Après une « première semaine consacrée à la prise de conscience des obstacles mis au déploiement de la vie, et donc à une reconnaissance de son péché par l’accueil de la miséricorde de Celui qui sauve par son amour infini1 », l’exercitant entre successivement dans les trois étapes de la vie du Christ, entrecoupées de plusieurs méditations spécifiques : de l’Incarnation à la veille de l’entrée à Jérusalem (deuxième semaine), Passion (troisième semaine), Résurrection et Ascension (quatrième semaine). Cet itinéraire devra le conduire à formaliser une « élection ».

Le postulat des Exercices, enraciné dans l’expérience mystique d’Ignace, peut s’énoncer ainsi : le Dieu trinitaire de la Bible est un Dieu créateur et sauveur qui ne cesse de vouloir se communiquer à sa créature et l’appelle à entrer en relation de réciprocité avec Lui. Sa manière d’aimer est de se donner par et à travers un monde créé pour elle selon un dessein créateur. Les Exercices spirituels établissent l’homme dans cet échange d’amour en et avec Dieu, l’invitant à entrer toujours davantage dans la relation d’Alliance. Ce processus dynamique passe par l’apprentissage de la parole vraie, c’est-à-dire la capacité à nommer ce qui touche. Car, « parler vraiment, c’est faire correspondre adéquatement une représentation à un affect2 ». Les Exercices spirituels font découvrir que Dieu rejoint l’homme, en premier lieu, à travers son affectivité, et non d’abord dans ses idées. Car ce Dieu créateur parle véritablement et définitivement à l’homme par son Verbe incarné : « Le “Roc” divin, permanence de la Parole créatrice se communique à la créature en lui donnant d’être à son tour créatrice, capable de parler3. » La pédagogie des Exercices spirituels insistent beaucoup sur tout ce qui est création et imagination : le retraitant est toujours invité à se remémorer visuellement la scène évangélique qu’il contemple et à y prendre une place mentalement avant de « parler à Dieu comme un ami parle à son ami » (n° 54). En même temps, cette succession de projections lui donne de faire tomber au fur et à mesure les représentations qu’il s’était faites de son avenir qu’il peut alors inventer, dans un dialogue avec Celui qui lui ouvre de nouvelles images. La spiritualité d’Ignace, très incarnée, encourage donc l’usage des sentiments et de l’imagination aussi bien que celle de l’intelligence dans la recherche de Dieu.
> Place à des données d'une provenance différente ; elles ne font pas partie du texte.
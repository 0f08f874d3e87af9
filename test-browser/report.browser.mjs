/**
 * npm run test:browser: opens the HTML job report in headless Chromium (Debian's, driven by
 * playwright-core) and checks the page's text and the chart's SVG against the model's numbers.
 * Needs /usr/bin/chromium; npm test does not run this.
 */
import { execFileSync } from 'node:child_process';
import { existsSync, mkdtempSync, readFileSync } from 'node:fs';
import { tmpdir } from 'node:os';
import { join } from 'node:path';
import { fileURLToPath, pathToFileURL } from 'node:url';
import { chromium } from 'playwright-core';

const root = fileURLToPath(new URL('..', import.meta.url));
const executablePath = process.env.CHROMIUM ?? '/usr/bin/chromium';
if (!existsSync(executablePath)) {
  console.error(`test:browser needs Chromium at ${executablePath} (Debian package "chromium").`);
  process.exit(1);
}

const out = mkdtempSync(join(tmpdir(), 'dctriage-browser-'));
const report = join(out, 'report.html');
const job = join(root, 'cases', '2026-10-14-press-feed-field-weak.json');
execFileSync(process.execPath, [join(root, 'dist', 'cli.mjs'), 'diagnose', job, '--report', report], { stdio: ['ignore', 'ignore', 'inherit'] });
const expected = JSON.parse(execFileSync(process.execPath, [join(root, 'dist', 'cli.mjs'), 'expect', job, '--json'], { encoding: 'utf8' }));

const profile = mkdtempSync(join(tmpdir(), 'dctriage-chromium-'));
// A fresh profile each run; Playwright takes the user-data dir as a parameter, not a flag.
const browser = await chromium.launchPersistentContext(profile, {
  executablePath,
  headless: true,
  args: ['--headless', '--no-sandbox', '--disable-gpu', '--no-first-run', '--disable-background-networking', '--disable-component-update', '--disable-sync', '--disable-quic'],
});
let failures = 0;
let passed = 0;
const check = (what, ok, detail = '') => {
  if (ok) passed++;
  else failures++;
  console.log(`${ok ? 'ok  ' : 'FAIL'} ${what}${ok || !detail ? '' : `: ${detail}`}`);
};
try {
  const page = browser.pages()[0] ?? (await browser.newPage());
  await page.goto(pathToFileURL(report).href);
  const text = await page.locator('body').innerText();
  check('the page has the report title', /Job report: PF-3 feed roll/.test(text));
  check('dangers come before the causes', text.indexOf('Dangers found') >= 0 && text.indexOf('Dangers found') < text.indexOf('Likely causes'));
  check('the leading cause is named by its title', text.includes('Field weak'));
  check('the readings table shows measured and expected speed', /speed\s+2010 rpm\s+1586 rpm\s+127 %/.test(text), text.match(/speed\s+[^\n]*/)?.[0]);
  const svg = page.locator('figure.chart > svg');
  check('the chart is drawn inline as SVG', (await svg.count()) === 1);
  const healthy = await page.locator('polyline[data-series="healthy"]').getAttribute('points');
  const vertices = (healthy ?? '').trim().split(/\s+/).filter(Boolean);
  check('the healthy curve has a vertex per computed point', vertices.length >= 20, `${vertices.length} vertices`);
  const measured = page.locator('circle[data-series="measured"]');
  check('the measured point is marked once', (await measured.count()) === 1);
  const box = await svg.boundingBox();
  check('the chart is laid out with a size', !!box && box.width > 200 && box.height > 100, JSON.stringify(box));
  const [cy, ys] = [Number(await measured.getAttribute('cy')), vertices.map((v) => Number(v.split(',')[1]))];
  check('the measured point sits above the healthy curve (faster than healthy)', cy < Math.min(...ys), `cy ${cy}, curve y ${Math.min(...ys)}–${Math.max(...ys)}`);
  const desc = await page.locator('figure.chart > svg > desc').textContent();
  check('the chart describes itself in words', (desc ?? '').includes(`${Math.round(expected.quantities.speed.value)} rpm`), desc ?? '');
  check('the HTML carries no script', !/<script/i.test(readFileSync(report, 'utf8')));
} finally {
  await browser.close();
}
console.log(`\n${passed} passed, ${failures} failed`);
process.exit(failures ? 1 : 0);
En ouvrant, toujours plus largement, « l’espace du désir4 » elle nous montre que, trouver Dieu dans le présent du monde, revient à le chercher toujours davantage et donc ailleurs, dans le déplacement même.
 

Notes
1 - Jean-Claude Guy, « Introduction » in Ignace de Loyola, Exercices Spirituels, traduction du texte latin de la Vulgate par Jean-Claude Guy, Seuil, 1982, p. 29.
2 - Adrien Demoustier, Cours d’anthropologie spirituelle, Centre Sèvres, 2005.
3 - Ibid.
4 - Cf. l’article de Michel de Certeau, « L’espace du désir ou le fondement des Exercices spirituels », Christus n° 77, 1973, p. 118-128.